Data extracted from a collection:
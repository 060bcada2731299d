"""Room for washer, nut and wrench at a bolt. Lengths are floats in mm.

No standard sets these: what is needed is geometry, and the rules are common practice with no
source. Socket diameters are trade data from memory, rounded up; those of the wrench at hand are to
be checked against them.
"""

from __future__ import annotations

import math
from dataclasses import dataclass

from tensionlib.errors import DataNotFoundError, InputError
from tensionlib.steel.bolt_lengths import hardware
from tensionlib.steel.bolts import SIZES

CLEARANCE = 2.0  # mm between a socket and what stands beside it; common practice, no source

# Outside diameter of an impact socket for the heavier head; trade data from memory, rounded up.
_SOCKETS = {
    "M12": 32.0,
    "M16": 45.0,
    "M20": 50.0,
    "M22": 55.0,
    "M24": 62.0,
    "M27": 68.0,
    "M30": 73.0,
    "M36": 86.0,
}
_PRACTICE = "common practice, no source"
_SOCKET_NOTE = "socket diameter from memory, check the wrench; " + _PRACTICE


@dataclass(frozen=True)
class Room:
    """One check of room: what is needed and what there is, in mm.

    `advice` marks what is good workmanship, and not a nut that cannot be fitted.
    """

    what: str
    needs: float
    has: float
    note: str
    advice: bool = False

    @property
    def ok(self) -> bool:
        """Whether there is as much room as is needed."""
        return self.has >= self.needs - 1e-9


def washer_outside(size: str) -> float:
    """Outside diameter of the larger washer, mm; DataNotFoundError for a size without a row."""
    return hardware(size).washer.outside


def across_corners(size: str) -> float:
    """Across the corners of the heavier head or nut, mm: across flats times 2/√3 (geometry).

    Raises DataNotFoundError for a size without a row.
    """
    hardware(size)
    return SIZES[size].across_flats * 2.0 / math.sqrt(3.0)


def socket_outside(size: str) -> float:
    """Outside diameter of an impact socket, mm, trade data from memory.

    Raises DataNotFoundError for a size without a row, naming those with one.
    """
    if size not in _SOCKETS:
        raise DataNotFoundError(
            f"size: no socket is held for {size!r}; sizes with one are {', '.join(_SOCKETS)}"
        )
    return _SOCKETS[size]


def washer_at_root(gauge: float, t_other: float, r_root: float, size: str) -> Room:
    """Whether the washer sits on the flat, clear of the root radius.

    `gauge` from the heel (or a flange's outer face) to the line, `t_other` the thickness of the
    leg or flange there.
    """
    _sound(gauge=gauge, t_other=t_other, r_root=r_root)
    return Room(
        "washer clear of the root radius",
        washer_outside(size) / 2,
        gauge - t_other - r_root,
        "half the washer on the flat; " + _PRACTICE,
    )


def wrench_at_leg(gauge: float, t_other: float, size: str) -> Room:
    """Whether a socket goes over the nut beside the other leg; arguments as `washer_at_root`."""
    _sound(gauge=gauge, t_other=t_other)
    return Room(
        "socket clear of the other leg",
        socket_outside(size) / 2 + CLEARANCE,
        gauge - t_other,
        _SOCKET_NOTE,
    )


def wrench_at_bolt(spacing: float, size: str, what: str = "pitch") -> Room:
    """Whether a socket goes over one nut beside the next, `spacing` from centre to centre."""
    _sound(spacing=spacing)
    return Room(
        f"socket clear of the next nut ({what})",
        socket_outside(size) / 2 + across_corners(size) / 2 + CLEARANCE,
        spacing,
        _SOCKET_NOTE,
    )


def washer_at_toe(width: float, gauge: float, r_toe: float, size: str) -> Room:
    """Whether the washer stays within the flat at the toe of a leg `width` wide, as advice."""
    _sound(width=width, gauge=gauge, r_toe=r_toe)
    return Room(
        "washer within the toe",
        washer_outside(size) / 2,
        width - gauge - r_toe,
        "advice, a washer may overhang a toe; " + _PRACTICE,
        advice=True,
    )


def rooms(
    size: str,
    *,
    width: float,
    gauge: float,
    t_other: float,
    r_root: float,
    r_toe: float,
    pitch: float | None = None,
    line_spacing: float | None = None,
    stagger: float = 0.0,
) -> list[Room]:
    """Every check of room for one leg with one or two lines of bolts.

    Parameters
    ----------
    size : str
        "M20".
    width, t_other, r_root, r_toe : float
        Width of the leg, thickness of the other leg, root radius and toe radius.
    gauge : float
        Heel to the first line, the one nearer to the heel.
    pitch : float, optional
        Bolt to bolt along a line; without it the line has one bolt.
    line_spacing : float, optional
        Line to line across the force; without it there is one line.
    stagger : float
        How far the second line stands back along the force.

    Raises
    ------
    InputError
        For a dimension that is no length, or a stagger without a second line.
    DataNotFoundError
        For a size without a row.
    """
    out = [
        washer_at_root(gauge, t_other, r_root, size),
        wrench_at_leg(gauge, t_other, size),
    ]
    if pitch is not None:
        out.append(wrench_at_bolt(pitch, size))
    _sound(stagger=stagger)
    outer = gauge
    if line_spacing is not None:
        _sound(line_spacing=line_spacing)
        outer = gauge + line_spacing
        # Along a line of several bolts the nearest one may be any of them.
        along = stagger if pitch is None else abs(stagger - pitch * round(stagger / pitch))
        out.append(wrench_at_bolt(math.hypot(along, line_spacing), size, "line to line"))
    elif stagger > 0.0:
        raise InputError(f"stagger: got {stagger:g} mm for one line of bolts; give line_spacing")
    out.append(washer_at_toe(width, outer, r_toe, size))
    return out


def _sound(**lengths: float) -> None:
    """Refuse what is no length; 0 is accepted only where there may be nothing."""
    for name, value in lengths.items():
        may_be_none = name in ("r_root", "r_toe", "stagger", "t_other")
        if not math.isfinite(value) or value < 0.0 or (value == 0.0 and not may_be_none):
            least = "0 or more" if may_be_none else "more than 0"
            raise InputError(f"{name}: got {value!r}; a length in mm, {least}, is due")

- [WHAT YOU HAVE TO DO]: Write out exactly the lines above between the line with "def washer_outside(size: str)" and the line with "return _SOCKETS[size]", inclusive, and nothing beyond them.

- [REPLY TO THE TASK]:
def washer_outside(size: str) -> float:
    """Outside diameter of the larger washer, mm; DataNotFoundError for a size without a row."""
    return hardware(size).washer.outside


def across_corners(size: str) -> float:
    """Across the corners of the heavier head or nut, mm: across flats times 2/√3 (geometry).

    Raises DataNotFoundError for a size without a row.
    """
    hardware(size)
    return SIZES[size].across_flats * 2.0 / math.sqrt(3.0)


def socket_outside(size: str) -> float:
    """Outside diameter of an impact socket, mm, trade data from memory.

    Raises DataNotFoundError for a size without a row, naming those with one.
    """
    if size not in _SOCKETS:
        raise DataNotFoundError(
            f"size: no socket is held for {size!r}; sizes with one are {', '.join(_SOCKETS)}"
        )
    return _SOCKETS[size]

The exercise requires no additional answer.